I have just noticed that O'Reilly have posted the programme for this years Emerging Technology Conference. Clay Shirky's session, entitled A Group is its Own Worst Enemy, looks interesting enough, both in terms of it's on-line and off-line implications. Any self-confessed neurotics willing to stand up?:
The psychologist Wilfred Bion practiced group therapy with neurotics, and during this work, he came to see that groups are far more often thwarted in their goals from internal difficulties than external ones, because of a tension between the members’ individual goals and their emotional commitment to group membership. This tension creates patterns in groups that cannot be accounted for by any theory of individual behavior. Bion saw this tension as unavoidable, saying that we are, as a species, "hopelessly committed to both" individual goals and to group membership.

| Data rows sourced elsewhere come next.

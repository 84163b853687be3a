"""SVG of figures: the same bytes every time, in every process, and fit for a page."""

from __future__ import annotations

import os
import subprocess
import sys
import warnings
import xml.etree.ElementTree as ET
from pathlib import Path

import pytest

import svyrates as sr

pytest.importorskip("matplotlib")

ROOT = Path(__file__).parents[2]


def _rates() -> sr.RateTable:
    survey = sr.demo_survey(wave="2024")
    design = sr.SampleDesign(survey, weight="wt", strata="district", clusters="block")
    return sr.estimate_rates(design, outcome="damp", by="dwelling_type")


def _gaps() -> sr.ComparisonTable:
    with warnings.catch_warnings():
        warnings.simplefilter("ignore", sr.SimpleFormulaWarning)
        return sr.compare_rates(_rates())


def _parsed(svg: str) -> ET.Element:
    return ET.fromstring(svg)  # noqa: S314 - our own


def test_svg_is_the_same_every_time_and_fit_for_a_page() -> None:
    gaps = _gaps()
    one = sr.svg_of(sr.draw_against_simple(gaps), prefix="one")
    assert one == sr.svg_of(sr.draw_against_simple(gaps), prefix="one")
    two = sr.svg_of(sr.draw_against_simple(gaps).figure, prefix="two", title='A <b>"title"</b>')
    assert one.startswith("<svg ")
    for absent in ("<?xml", "<!", "<style", "<metadata", "<script", "dc:date"):
        assert absent not in one
    ids = [{each.get("id") for each in _parsed(svg).iter() if each.get("id")} for svg in (one, two)]
    assert ids[0].isdisjoint(ids[1])
    assert all(name.startswith("one-") for name in ids[0] if name)
    for svg, known in zip((one, two), ids, strict=True):
        root = _parsed(svg)
        every = [each.get("id") for each in root.iter() if each.get("id")]
        assert len(every) == len(set(every))
        used = {each.get("href") for each in root.iter() if each.get("href")}
        used |= {
            value[4:-1] for each in root.iter() for value in each.attrib.values()
            if value.startswith("url(")
        }  # fmt: skip
        assert used
        assert {str(name)[1:] for name in used} <= known
        assert root.get("role") == "img"
        title = root[0]
        assert title.tag.endswith("title")
        assert title.get("id") == root.get("aria-labelledby")
    assert _parsed(one)[0].text == "Differences of rates of damp = 1"
    assert _parsed(two)[0].text == 'A <b>"title"</b>'


def test_style_of_the_user_changes_nothing() -> None:
    import matplotlib as mpl

    rates = _rates()
    plain = sr.svg_of(sr.draw_rates(rates))
    loud = {
        "font.size": 20, "axes.grid": True, "savefig.bbox": "tight", "text.color": "red",
        "figure.constrained_layout.use": True, "lines.linewidth": 9, "svg.fonttype": "path",
    }  # fmt: skip
    with mpl.rc_context(loud):
        assert sr.svg_of(sr.draw_rates(rates)) == plain
        assert mpl.rcParams["font.size"] == 20


PROGRAM = """
import sys
import svyrates as sr
survey = sr.demo_survey(wave="2024")
design = sr.SampleDesign(survey, weight="wt", strata="district", clusters="block")
rates = sr.estimate_rates(design, outcome="damp", by="dwelling_type")
assert "matplotlib" not in sys.modules
sys.stdout.buffer.write(sr.svg_of(sr.draw_rates(rates), prefix="damp").encode())
assert "matplotlib.pyplot" not in sys.modules
"""


def test_other_processes_draw_the_same_and_without_global_state() -> None:
    drawn = [
        subprocess.run(
            [sys.executable, "-c", PROGRAM], cwd=ROOT, capture_output=True, check=True,
            env={**os.environ, "PYTHONHASHSEED": seed},
        ).stdout
        for seed in ("1", "2")
    ]  # fmt: skip
    here = sr.svg_of(sr.draw_rates(_rates()), prefix="damp").encode()
    assert drawn == [here, here]
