def test_mathematics_and_tex_are_never_read(rates: sr.RateTable) -> None:
    import matplotlib as mpl

    with mpl.rc_context({"text.usetex": True}):
        table, changing = _hostile("$x^2$")
        for ax in (sr.draw_rates(table), sr.draw_change(changing)):
            labels = [*ax.texts, *ax.get_xticklabels()]
            assert not any(text.get_parse_math() or text.get_usetex() for text in labels)
            assert any("$x^2$" in text.get_text() for text in labels)


@given(st.text(max_size=300), st.floats(20, 300), st.integers(1, 3))
def test_text_is_cut_to_its_room(text: str, most: float, lines: int) -> None:
    with plain_settings():
        broken = fitted(text, most, lines=lines)
        assert 1 <= len(broken) <= lines
        assert all(width_of(line, 8.0) <= most for line in broken)
        if "…" not in "".join(broken):
            assert " ".join(broken) == harmless(text)


def _places_by_search(wanted: list[float], spacing: float) -> Any:
    """The least-squares answer by a general optimiser."""
    from scipy.optimize import minimize

    goal = np.sort(wanted)
    apart = {"type": "ineq", "fun": lambda at: np.diff(at) - spacing}
    found = minimize(
        lambda at: ((at - goal) ** 2).sum(), goal + spacing * np.arange(len(goal)),
        constraints=[apart], method="SLSQP", options={"ftol": 1e-12, "maxiter": 500},
    )  # fmt: skip
    return found.x


@pytest.mark.parametrize("wanted", [[50.0, 51, 52, 120], [200.0, 90, 91, 95, 96, 99], [70.0]])
def test_end_labels_are_moved_apart_and_no_further(wanted: list[float]) -> None:
    places = _apart(np.array(wanted), 10.0, 1000.0)
    np.testing.assert_allclose(np.sort(places), _places_by_search(wanted, 10.0), atol=1e-4)
    assert np.array_equal(np.argsort(places), np.argsort(wanted))
    kept = _apart(np.array(wanted), 10.0, 100.0)
    assert kept.min() >= 0
    assert kept.max() <= 100.0 + 1e-9


def test_without_matplotlib_the_error_says_what_to_install(
    rates: sr.RateTable, monkeypatch: pytest.MonkeyPatch
) -> None:
    usual = builtins.__import__

    def without(name: str, *rest: Any, **more: Any) -> Any:
        if name.split(".", maxsplit=1)[0] == "matplotlib":
            raise ModuleNotFoundError(f"No module named {name!r}", name=name)
        return usual(name, *rest, **more)

    monkeypatch.setattr(builtins, "__import__", without)
    with pytest.raises(sr.FigureError, match=r"pip install 'svyrates\[figures\]'"):
        sr.draw_rates(rates)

Seeing this, Bion came to conclude that the need for group structure is largely for self-protection. We use a range of organized behavior--traditions, customs, laws--that are designed to protect the group from itself, and from predation by individual members. This scenario has played out many times on the Internet in the form of constitutional crises, where an online community confronts the impossibility of having a functioning group without some structure that shapes the behavior of individual members. From LambdaMOO's fights about the political role of wizards through today’s karma and moderation systems on sites like slashdot and kuro5hin, many communities have passed through crises of self-governance, and emerged with a structure that is nothing less than political theory instantiated in code.
In this talk, Shirky presents several patterns of constitutional crisis in online communities, and draws general lessons about designing social software that allows for a degree of self-governance by the users.